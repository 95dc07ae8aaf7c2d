package dataset

import (
	"cmp"
	"context"
	"fmt"
	"math"
	"os"
	"slices"
	"strconv"
)

// ColumnType is what a profiled column holds. The zero value is invalid.
type ColumnType int

const (
	_          ColumnType = iota
	TypeNumber            // every value that is not missing reads as a number
	TypeText              // some value is not a number: labels
	TypeOther             // a Parquet type that concordat does not read (boolean, dates, nested)
	TypeEmpty             // every value is missing
)

// String returns a word for the type: "number", "text", "other", "empty".
func (t ColumnType) String() string {
	switch t {
	case TypeNumber:
		return "number"
	case TypeText:
		return "text"
	case TypeOther:
		return "other"
	case TypeEmpty:
		return "empty"
	}
	return fmt.Sprintf("ColumnType(%d)", int(t))
}

// ColumnProfile describes one column of a file.
type ColumnProfile struct {
	Name     string
	Type     ColumnType
	Stored   string // the Parquet type ("double", "utf8"); "" for CSV and TSV
	N        int    // values that are not missing
	Missing  int
	Distinct int // distinct values among the N
	// TieShare is the share of the N values that equal another value (the
	// ties_x and ties_y of a result); NaN when N is 0.
	TieShare float64
	Min, Max float64  // a number column's range; NaN otherwise
	Labels   []string // a text column's distinct labels, sorted (numbers by value); nil otherwise
	Repeated bool     // the header holds this name more than once; the column is not read
}

// FileProfile describes a data file, column by column, in file order.
type FileProfile struct {
	Path    string
	Format  Format
	Rows    int
	SHA256  string
	Columns []ColumnProfile
}

// Profile reads every column of a file and describes it, for a person who
// is about to write a recipe for it. It reads through Read, so the value
// rules are those of a run: missing are the cells equal to a token of
// missing (CSV and TSV) or null (Parquet), and NaN. A CSV or TSV column is a
// number column when every other cell reads as a number by the rules of a
// Numeric column, and text otherwise; a Parquet column's type is its stored
// type. A name that the header repeats is listed but not read.
func Profile(ctx context.Context, path string, f Format, missing []string) (*FileProfile, error) {
	header, err := Header(path, f)
	if err != nil {
		return nil, err
	}
	count := map[string]int{}
	for _, h := range header {
		count[h]++
	}
	prof := &FileProfile{Path: path, Format: f}
	spec := Spec{Path: path, Format: f, Missing: missing}
	kinds := map[string]Kind{}
	stored := map[string]storedType{}
	if f == Parquet {
		if stored, err = parquetTypes(path); err != nil {
			return nil, err
		}
	}
	for _, h := range header {
		if count[h] > 1 {
			continue
		}
		k := Label
		if f == Parquet {
			if k = stored[h].kind; k == 0 {
				continue // a type concordat does not read
			}
		}
		kinds[h] = k
		spec.Columns = append(spec.Columns, ColumnSpec{Name: h, Kind: k})
	}
	t, err := Read(ctx, spec)
	if err != nil {
		return nil, err
	}
	prof.Rows, prof.SHA256 = t.Rows, t.SHA256
	seen := map[string]bool{}
	for _, h := range header {
		cp := ColumnProfile{Name: h, Stored: stored[h].name, TieShare: math.NaN(), Min: math.NaN(), Max: math.NaN()}
		switch {
		case count[h] > 1:
			if seen[h] {
				continue
			}
			cp.Repeated, cp.Type = true, TypeOther
		case kinds[h] == 0:
			cp.Type = TypeOther
		default:
			c := t.Column(h, kinds[h])
			if c.Kind == Numeric {
				profileNumbers(&cp, c.Values)
			} else {
				profileLabels(&cp, c.Labels, c.Missing, f != Parquet)
			}
		}
		seen[h] = true
		prof.Columns = append(prof.Columns, cp)
	}
	return prof, nil
}

// profileNumbers fills in a number column.
func profileNumbers(cp *ColumnProfile, vs []float64) {
	cp.Type = TypeNumber
	counts := map[float64]int{}
	for _, v := range vs {
		if math.IsNaN(v) {
			cp.Missing++
			continue
		}
		if v == 0 {
			v = 0 // -0 and +0 are one value
		}
		counts[v]++
		cp.N++
		if cp.N == 1 || v < cp.Min {
			cp.Min = v
		}
		if cp.N == 1 || v > cp.Max {
			cp.Max = v
		}
	}
	cp.Distinct = len(counts)
	cp.TieShare = tieShare(cp.N, counts)
	if cp.N == 0 {
		cp.Type = TypeEmpty
	}
}

// profileLabels fills in a text column, and makes it a number column when
// infer is set and every label reads as a number.
func profileLabels(cp *ColumnProfile, labels []string, missing []bool, infer bool) {
	counts := map[string]int{}
	numeric := infer
	var vs []float64
	for i, l := range labels {
		if missing[i] {
			cp.Missing++
			continue
		}
		if numeric {
			v, p := parseNumber(l)
			if p != nil {
				numeric = false
			} else {
				vs = append(vs, v)
			}
		}
		counts[l]++
		cp.N++
	}
	if numeric && cp.N > 0 {
		// Reread as numbers: "1.0" and "1" are one value, and NaN is
		// missing, as in a run.
		miss := cp.Missing
		*cp = ColumnProfile{Name: cp.Name, Stored: cp.Stored}
		profileNumbers(cp, vs)
		cp.Missing += miss
		return
	}
	cp.Type = TypeText
	cp.Distinct = len(counts)
	cp.TieShare = tieShare(cp.N, counts)
	for l := range counts {
		cp.Labels = append(cp.Labels, l)
	}
	sortLabels(cp.Labels)
	if cp.N == 0 {
		cp.Type = TypeEmpty
	}
}

// tieShare is the share of n values whose value occurs more than once.
func tieShare[K comparable](n int, counts map[K]int) float64 {
	if n == 0 {
		return math.NaN()
	}
	tied := 0
	for _, c := range counts {
		if c > 1 {
			tied += c
		}
	}
	return float64(tied) / float64(n)
}

// sortLabels orders labels by their number when they all read as numbers
// (so "2" comes before "10"), else as text.
func sortLabels(ls []string) {
	nums := make(map[string]float64, len(ls))
	for _, l := range ls {
		v, err := strconv.ParseFloat(l, 64)
		if err != nil || math.IsNaN(v) {
			slices.Sort(ls)
			return
		}
		nums[l] = v
	}
	slices.SortFunc(ls, func(a, b string) int { return cmp.Or(cmp.Compare(nums[a], nums[b]), cmp.Compare(a, b)) })
}

// storedType is a Parquet column's Arrow type and the kind it is read as
// (0 when it cannot be read).
type storedType struct {
	name string
	kind Kind
}

// parquetTypes returns the stored type of each top-level column of a
// Parquet file: numbers (integers, floats, decimals) are read as Numeric,
// text as Label; nested columns and other types are not read.
func parquetTypes(path string) (map[string]storedType, error) {
	f, err := os.Open(path)
	if err != nil {
		return nil, fmt.Errorf("read dataset %q: %w", path, err)
	}
	defer f.Close()
	_, fr, err := openParquet(path, f)
	if err != nil {
		return nil, err
	}
	out := map[string]storedType{}
	for _, sf := range fr.Manifest.Fields {
		dt := sf.Field.Type
		st := storedType{name: dt.String()}
		switch {
		case !sf.IsLeaf():
		case numericType(dt):
			st.kind = Numeric
		case textType(dt):
			st.kind = Label
		}
		out[sf.Field.Name] = st
	}
	return out, nil
}
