package dataset

import (
	"context"
	"os"
	"path/filepath"
	"strings"
	"testing"
)

// A file that the Parquet reader refuses is explained from its first and
// last bytes: empty, not Parquet (text is quoted), or incomplete.
func TestNotParquet(t *testing.T) {
	good, err := os.ReadFile(writeOrchardParquet(t, 1024))
	if err != nil {
		t.Fatal(err)
	}
	dir := t.TempDir()
	for _, c := range []struct {
		name string
		data []byte
		want string
	}{
		{"empty", nil, `the file is empty (0 bytes), not a Parquet file`},
		{"csv", []byte("plot,shade\n1,2\n"), `not a Parquet file (15 bytes): its first bytes are not the Parquet marker "PAR1"; it starts like text ("plot,shade"): if it is CSV or TSV`},
		{"binary", []byte{0, 1, 2, 3, 4, 5, 6, 7, 8, 9, 10, 11, 12, 13}, `not a Parquet file (14 bytes): its first bytes are not the Parquet marker "PAR1"`},
		{"marker only", []byte("PAR1"), `the Parquet file is incomplete (4 bytes)`},
		{"cut short", good[:len(good)/2], `the Parquet file is incomplete`},
		{"bytes after its end", append(append([]byte{}, good...), '\n'), `the Parquet file is incomplete`},
	} {
		p := filepath.Join(dir, strings.ReplaceAll(c.name, " ", "_")+".parquet")
		if err := os.WriteFile(p, c.data, 0o644); err != nil {
			t.Fatal(err)
		}
		_, err := Read(context.Background(), Spec{Path: p, Format: Parquet, Columns: []ColumnSpec{{Name: "yield_kg", Kind: Numeric}}})
		if err == nil || !strings.Contains(err.Error(), c.want) {
			t.Errorf("%s: Read: %v\nwant it to say %s", c.name, err, c.want)
		}
		if _, err := Header(p, Parquet); err == nil || !strings.Contains(err.Error(), c.want) {
			t.Errorf("%s: Header: %v\nwant it to say %s", c.name, err, c.want)
		}
	}
}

-=-=-=-=-

# [Task description]
Copy out every line from the data above in which the word "counts" occurs.

# [Result of the exercise]
	counts := map[float64]int{}
		counts[v]++
	cp.Distinct = len(counts)
	cp.TieShare = tieShare(cp.N, counts)
	counts := map[string]int{}
		counts[l]++
	cp.Distinct = len(counts)
	cp.TieShare = tieShare(cp.N, counts)
	for l := range counts {
func tieShare[K comparable](n int, counts map[K]int) float64 {
	for _, c := range counts {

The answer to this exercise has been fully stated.